On the Underlying Mechanism of Light-Induced Patterning of N719-Stained Photoanodes for "Photovoltaic Photographs"

TL;DR

This study investigates the physico-chemical mechanisms behind light-induced patterning in N719-stained photoanodes, revealing dye degradation pathways and the role of TiO2, to improve control and application of photovoltaic photographs.

Contribution

It provides detailed insights into the chemical degradation process of N719 dye and the role of TiO2 in light-induced patterning of dye-sensitized solar cells, advancing understanding of this novel technique.

Findings

TiO2 is crucial in the patterning process

N719 dye undergoes multi-step chemical degradation

Insights enable better control of light-induced patterning

Abstract

Recently, "photovoltaic photographs" were proposed as a creative application of photovoltaic technologies, relevant in fields such as architecture or the automotive industry. In this application an image is created by light-induced patterning of the photoactive layer, causing a local change in the appearance of the solar cell. In order to further develop this concept, it is crucial to elucidate the mechanism underlying these local changes.
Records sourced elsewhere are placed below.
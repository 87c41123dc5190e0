package loadgen

import (
	"bufio"
	"bytes"
	"errors"
	"fmt"
	"io"
	"os"
	"runtime"
	"runtime/metrics"
	"runtime/pprof"
	"sort"
	"strconv"
	"strings"
	"sync"
	"sync/atomic"
	"time"

	"github.com/prometheus/client_golang/prometheus"

	"etpulse/gateway"
)

// Summary is the result of a load run. Durations are in milliseconds and
// sizes in bytes in the JSON form.
type Summary struct {
	Broker     string  `json:"broker"` // "embedded" or the broker URL
	Stations   int     `json:"stations"`
	Publishers int     `json:"publishers"`
	IntervalS  float64 `json:"interval_s"` // simulated seconds between readings of a sensor
	StoppedBy  string  `json:"stopped_by"` // messages, duration, signal or error

	Published   int64              `json:"messages_published"` // acknowledged by the broker
	InjectedBad int64              `json:"messages_injected_bad"`
	Acked       int64              `json:"messages_acked"`   // acknowledged by the gateway after storing them
	Handled     int64              `json:"messages_handled"` // taken by the gateway (stored or rejected)
	Unmatched   int64              `json:"acks_unmatched"`   // acknowledgements of no known publication (redeliveries)
	Rejected    map[string]float64 `json:"rejected"`         // by reason
	Duplicates  float64            `json:"readings_duplicate"`

	PublishSeconds float64 `json:"publish_seconds"` // from the first publication to the last
	AckSeconds     float64 `json:"ack_seconds"`     // from the first publication to the last acknowledgement
	MsgPerSecond   float64 `json:"msg_per_s"`       // acknowledged messages / AckSeconds

	AckP50Ms    float64 `json:"ack_latency_p50_ms"` // publication to durable acknowledgement
	AckP99Ms    float64 `json:"ack_latency_p99_ms"`
	AckMaxMs    float64 `json:"ack_latency_max_ms"`
	RecordP50Ms float64 `json:"record_latency_p50_ms"` // closing reading acknowledged by the gateway (the hour closed) to hour record published
	RecordP99Ms float64 `json:"record_latency_p99_ms"`

	SimHours        float64        `json:"simulated_hours"` // simulated time covered by the readings
	HoursClosed     int            `json:"hours_closed"`    // first emissions, all stations
	HoursExpected   int            `json:"hours_expected"`  // hours the published readings close
	HoursPerStation map[string]int `json:"hours_per_station"`
	Revisions       int            `json:"revisions"`
	Incomplete      int            `json:"records_incomplete"`
	SilenceClosed   int            `json:"records_closed_by_silence"`
	Records         uint64         `json:"records_published"` // by the gateway, first emissions and revisions
	RecordsEmitted  uint64         `json:"records_committed"`
	AlertsRaised    float64        `json:"alerts_raised"`
	OutboxDepth     float64        `json:"outbox_depth"` // points not yet accepted by a store, at the end

	// Hour close for all stations: over the hour ends every station closed,
	// the time from the gateway taking the last station's closing reading to
	// the last station's record published.
	HoursAllStations int     `json:"hours_closed_all_stations"`
	HourCloseP50Ms   float64 `json:"hour_close_all_stations_p50_ms"`
	HourCloseMaxMs   float64 `json:"hour_close_all_stations_max_ms"`

	// Bytes written by the process from the first publication to the end of
	// draining (/proc/self/io; only the gateway writes to disk in a run):
	// write_bytes reached the storage layer, wchar went to write calls.
	WriteBytes           uint64  `json:"write_bytes"`
	WriteBytesPerMsg     float64 `json:"write_bytes_per_msg"`
	WriteCallBytes       uint64  `json:"write_call_bytes"`
	WriteCallBytesPerMsg float64 `json:"write_call_bytes_per_msg"`

	// Bare is the floor measured before the gateway started; nil when
	// skipped. RatioToBare is MsgPerSecond over the floor's msg/s.
	Bare        *BareSummary `json:"bare,omitempty"`
	RatioToBare float64      `json:"ratio_to_bare,omitempty"`

	CPUSeconds    float64 `json:"cpu_seconds"`     // process user+system CPU from the first publication to the end of draining; 0 where unavailable
	CPUPerMsgUs   float64 `json:"cpu_us_per_msg"`  // CPUSeconds per acknowledged message, whole process
	PeakHeapBytes uint64  `json:"peak_heap_bytes"` // live heap objects, sampled every 100 ms
	PeakRSSBytes  uint64  `json:"peak_rss_bytes"`  // VmHWM of the whole process; 0 where unavailable
	// PeakRSSGatewayOnly says the peak was reset when the gateway phase
	// began (so it is not the bare phase's); false: since the process began.
	PeakRSSGatewayOnly bool `json:"peak_rss_reset_at_gateway_phase"`
	// PeakRSSAnonBytes and PeakRSSFileBytes split the resident memory
	// (RssAnon, RssFile of /proc/self/status, each the peak of samples
	// every 100 ms over the gateway phase): anonymous is the Go heap,
	// stacks and runtime; file-backed is the binary and the pages of the
	// state file that bbolt maps and has touched. 0 where unavailable.
	PeakRSSAnonBytes uint64 `json:"peak_rss_anon_bytes"`
	PeakRSSFileBytes uint64 `json:"peak_rss_file_bytes"`
	GCCycles         uint32 `json:"gc_cycles"`

	Consistent bool     `json:"consistent"`         // Check passed
	Problems   []string `json:"problems,omitempty"` // what Check found
}
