def _shift_json(key: tuple[str, str], jobs: dict, draws: dict, spec: Spec, how: str, replicates: int) -> dict:
    title = f"{spec.outcome(key[0]).title} along {key[1]}"
    out = {"shift": None, "shift_ci": [None, None], "shift_interval": None, "shift_replicates": None,
           "shift_no_root_share": None, "warnings": []}
    if key not in jobs:
        out["warnings"].append(f"{title}: no shift is given, as the randomised-only or the all-patient curves "
                               "have no break-even point in the searched range.")
        return out
    sp, rb, ab = jobs[key]
    out["shift"] = _r(ab.x - rb.x)
    if how == "delta":
        ci = shift_delta(sp, rb, ab, spec.analysis.level)
        if ci is None:
            out["warnings"].append(f"{title}: the shift has no delta-method interval (the model gives no "
                                   "covariance along the index, or the variance came out non-positive); set interval = "
                                   "\"bootstrap\" for a bootstrap interval.")
        else:
            out.update(shift_ci=[_r(ci[0]), _r(ci[1])], shift_interval="delta")
        return out
    d = draws.get(key)
    if d is None:
        out["warnings"].append(f"{title}: no bootstrap was run for the shift, so it has no interval.")
        return out
    ok = np.isfinite(d)
    lo, hi = be.percentile_interval(d[ok], spec.analysis.level) if ok.any() else (None, None)
    share = float(np.mean(~ok))
    out.update(shift_ci=[_r(lo), _r(hi)], shift_interval="bootstrap-percentile", shift_replicates=int(replicates),
               shift_no_root_share=_r(share))
    if share > 0.05:
        out["warnings"].append(f"{title}: in {share:.0%} of the bootstrap replicates one of the curves had no "
                               "break-even point in the searched range (or could not be fitted); the shift interval "
                               "leaves them out.")
    return out


def _row(sp: SelectionPair, arm: str, eff: SelectionEffect | None, bes: tuple, shift: dict, ev: dict | None
         ) -> dict:
    rb, ab, jb = bes
    as_json = (lambda b: None if b is None else [x.to_json() for x in b])  # noqa: E731
    varies = sp.varies.get(arm)
    warnings = list(sp.warnings) + sp.sparse.get(arm, []) + shift["warnings"]
    if eff is not None and eff.method == "bound":
        warnings.append(f"{sp.outcome.title}, {arm}: the interval of the overall selection effect assumes the "
                        "curve's errors are perfectly correlated along the index, so it errs on the wide side.")
    curve = [] if eff is None else [
        {"x": _r(x), "effect": _r(e), "ci": [_r(lo), _r(hi)], "randomised_sparse": bool(s)}
        for x, e, lo, hi, s in zip(eff.grid, eff.effect, eff.lower, eff.upper, eff.sparse)]
    return {
        "outcome": sp.outcome.name, "index": sp.index, "arm": arm, "measure": measure_words(sp.outcome),
        "effect": None if eff is None else _r(eff.overall),
        "ci": [None, None] if eff is None else [_r(eff.overall_ci[0]), _r(eff.overall_ci[1])],
        "p_value": None if eff is None else _r(eff.p_value),
        "effect_interval": None if eff is None else eff.method,
        "effect_over": "the index values of this arm's randomised patients",
        "varies_with_index_p": None if varies is None else _r(varies[2]),
        "varies_with_index": None if varies is None else {"statistic": _r(varies[0]), "df": varies[1]},
        "randomised_break_even": as_json(rb), "all_break_even": as_json(ab), "adjusted_break_even": as_json(jb),
        **{k: v for k, v in shift.items() if k != "warnings"},
        "n_randomised": sp.n[arm]["randomised"], "n_chosen": sp.n[arm]["chosen"],
        "balance": None if sp.weighting is None else sp.weighting.balance,
        "adjusted": None if sp.weighting is None else sp.weighting.to_json(tuple(sp.all.fits)),
        "e_value": ev,
        "curve": curve,
        "warnings": list(dict.fromkeys(warnings)),
    }
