"""The offline HTML report: one self-contained file (Vega scripts inlined) that opens with no network.

Every chart sits beside the sentence and the table that say the same thing; every user-supplied
string is escaped by Jinja's autoescaping. The report computes nothing: every number comes from the results
document (only the patients drawn beneath the curves are sampled from the cohort). To stay small (issue 17: the
demo's report at most 2 MB) the results document (stored by columns), the charts (each table kept once however
many charts draw it, rounded to CHART_DIGITS figures), the tables folded in <details> and the Vega bundle travel
gzipped in base85 blocks that the page unpacks with the browser's DecompressionStream.
"""
from __future__ import annotations

import base64
import dataclasses
import gzip
import hashlib
import json
import math
import platform
import re
from functools import lru_cache
from importlib import metadata, resources
from pathlib import Path
from typing import Any, Iterable, Mapping, Sequence

import jinja2
import numpy as np
import pandas as pd
from markupsafe import Markup

from .. import CAUTIONS, __version__
from .. import charts_checks as ck
from .. import charts_common as cc
from .. import charts_curves as cu
from .. import charts_selection as cs
from .. import charts_values as cv
from .. import look, observed
from .. import words as wd
from ..spec import to_toml
from ..charts_evidence import evidence_sections
from ..charts_maps import map_sections
from ..policy_charts import report_sections as policy_sections
from ..outputs import write_atomic

CURVE_TABLE_ROWS = 21
REPORT_POINTS = 400
PACKAGES = (("numpy", "numpy"), ("pandas", "pandas"), ("scipy", "scipy"), ("lifelines", "lifelines"),
            ("scikit-learn", "scikit-learn"), ("statsmodels", "statsmodels"), ("altair", "altair"),
            ("vl-convert-python", "vl-convert-python"))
Here, UV-VIS and infrared spectroscopic techniques, as well as Gas Chromatography - Mass Spectrometry and time-of-flight secondary ion mass spectrometry, have been used to investigate the physico-chemical changes induced by this process in the photoactive layer of proof-of-concept photo-patterned dye-sensitized solar cells. We show that, for N719 photovoltaic photographs, TiO2 plays a crucial role and that the dye undergoes a multi-step chemical degradation, related to its isothiocyanate ligand. These insights are of importance for a better understanding of the photo-induced degradation of N719, a more substantiated control of the light-induced patterning process, and to design appropriate light-induced patterning techniques for other classes of solar cells.